Treatments of human communication mostly draw on cognitive and word-centred models to present it as predominantly a matter of words. This, Finnegan argues, seriously underestimates the far-reaching multi-modal qualities of human interconnecting and the senses of touch, olfaction, and, above all, audition and vision that we draw on.
In an authoritative and readable account, Ruth Finnegan brings together research from linguistic and sensory anthropology, material culture, non-verbal communication, computer-mediated communication, and, strikingly, research on animal communication, such as the remarkable gesture systems of great apes. She draws on her background in classical studies and her long anthropological experience to present illuminating examples from throughout the world, past and present.
The result is to uncover an amazing array of sounds, sights, smells, gestures, looks, movements, touches, and material objects used by humans and other animals to interconnect both nearby and across space and time
She goes on to first explore the extra-sensory modes of communication now being revealed in the extraordinary "new science" research and then, in an incendiary conclusion, to deny the long-prevailing story of human history by questioning whether orality really came before literacy; whether it was really through "the acquisition of language" that our prehistoric cave painting ancestors made a sudden leap into being "true humans"; and finally, astonishingly, to ask whether human communicating had its first roots not, after all, in verbal language but something else.
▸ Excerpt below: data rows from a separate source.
/** A small HTTP client for the demo: JSON in and out, problem+json errors raised with their message. */
export class DemoHttpError extends Error {
  constructor(
    readonly status: number,
    readonly type: string,
    message: string,
  ) {
    super(message);
    this.name = 'DemoHttpError';
  }
}

export function createDemoClient(baseUrl: string, key: string) {
  const call = async <T>(method: string, path: string, body?: unknown, contentType = 'application/json'): Promise<T> => {
    const res = await fetch(`${baseUrl}${path}`, {
      method,
      headers: { authorization: `Bearer ${key}`, ...(body !== undefined ? { 'content-type': contentType } : {}) },
      body: body === undefined ? undefined : typeof body === 'string' ? body : JSON.stringify(body),
    });
    const text = await res.text();
    if (!res.ok) {
      let type = 'unknown';
      let detail = text;
      try {
        const p = JSON.parse(text) as { type?: string; detail?: string; title?: string };
        type = p.type ?? type;
        detail = p.detail ?? p.title ?? text;
      } catch {
        // not JSON: keep the text
      }
      throw new DemoHttpError(res.status, type, `${method} ${path} → ${res.status}: ${detail}`);
    }
    return (text ? JSON.parse(text) : undefined) as T;
  };

  return {
    get: <T>(path: string) => call<T>('GET', path),
    post: <T>(path: string, body: unknown) => call<T>('POST', path, body),
    postCsv: <T>(path: string, csv: string) => call<T>('POST', path, csv, 'text/csv'),

    /** Follow a job's server-sent events until it ends; `onJob` sees every update. */
    async followJob<J extends { state: string }>(jobId: string, onJob: (job: J) => void): Promise<J> {
      const res = await fetch(`${baseUrl}/v1/jobs/${jobId}/events`, { headers: { authorization: `Bearer ${key}`, accept: 'text/event-stream' } });
      if (!res.ok || !res.body) throw new DemoHttpError(res.status, 'stream', `cannot follow job ${jobId}: ${res.status}`);
      const decoder = new TextDecoder();
      let buffer = '';
      let last: J | undefined;
      for await (const chunk of res.body as unknown as AsyncIterable<Uint8Array>) {
        buffer += decoder.decode(chunk, { stream: true });
        let end: number;
        while ((end = buffer.indexOf('\n\n')) >= 0) {
          const event = buffer.slice(0, end);
          buffer = buffer.slice(end + 2);
          const data = event
            .split('\n')
            .filter((l) => l.startsWith('data: '))
            .map((l) => l.slice(6))
            .join('\n');
          if (!data) continue;
          last = JSON.parse(data) as J;
          onJob(last);
        }
      }
      if (!last) throw new DemoHttpError(0, 'stream', `the event stream of job ${jobId} ended without an event`);
      return last;
    },
  };
}

export type DemoClient = ReturnType<typeof createDemoClient>;
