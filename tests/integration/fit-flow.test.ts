/**
 * The fit flow end to end on real services: PostgreSQL (DATABASE_URL, a schema of this file's
 * own), Redis (REDIS_URL, a queue name of this file's own) and BullMQ worker PROCESSES
 * (`node --import tsx src/main.ts worker`). The api is built in this process on a BullMQ
 * queue and driven with inject. Cases: the whole flow through HTTP; a worker killed with
 * SIGKILL mid-fit; Redis down (a private redis-server, never the shared one); queries during
 * a refit. Skipped, with the reason printed, when DATABASE_URL or REDIS_URL is unset.
 *
 * Truths come from the scenario generator's equations (src/demo/scenario.ts): setpoint_c =
 * 20.5 + … − 1.6·[programme = thermostat_rebate] + 1.1·ε, so the rebate's effect on the
 * setpoint is −1.6 °C for every household (additive, no interaction), which a linear
 * mechanism on the true graph can represent exactly.
 */
import { randomBytes } from 'node:crypto';
import type { FastifyInstance } from 'fastify';
import { afterAll, beforeAll, describe, expect, it } from 'vitest';
import { buildApp } from '../../src/api/app.js';
import { createWorkspaceWithAdminKey } from '../../src/app/keys/key-use-cases.js';
import { loadConfig } from '../../src/config.js';
import { generateScenario, scenarioCsv, SCENARIO_TIERS, SCENARIO_TRUE_EDGES } from '../../src/demo/scenario.js';
import { createBullmqQueue } from '../../src/jobs/bullmq-queue.js';
import type { QueuePort } from '../../src/jobs/queue-port.js';
import type { Db } from '../../src/store/db.js';
import { createKeysRepository } from '../../src/store/keys-repository.js';
import { runMigrations } from '../../src/store/migrate.js';
import { dropSchema, openDb } from '../../src/store/open-db.js';
import { createWorkspacesRepository } from '../../src/store/workspaces-repository.js';
import { dropQueueKeys, freePort, sleep, startRedis, startWorker, urlWithSchema, type WorkerProcess } from './helpers/services.js';

const DATABASE_URL = process.env.DATABASE_URL;
const REDIS_URL = process.env.REDIS_URL;
const ready = Boolean(DATABASE_URL && REDIS_URL);
if (!ready) {
  console.log(`[fit-flow] skipped: needs real services (${!DATABASE_URL ? 'DATABASE_URL' : ''}${!DATABASE_URL && !REDIS_URL ? ' and ' : ''}${!REDIS_URL ? 'REDIS_URL' : ''} unset)`);
}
Not to be missed, this highly original book brings a fresh perspective on, among other things, that central topic of interest today - the dawn of human history - and on what being homo sapiens really means. This revised and updated edition has additional illustrations, updated chapters, and a new concluding chapter.
A provocative and controversial account that will stir worldwide debate, this book is an essential transdisciplinary overview for researchers and advanced students in language and communication, anthropology, and cultural studies.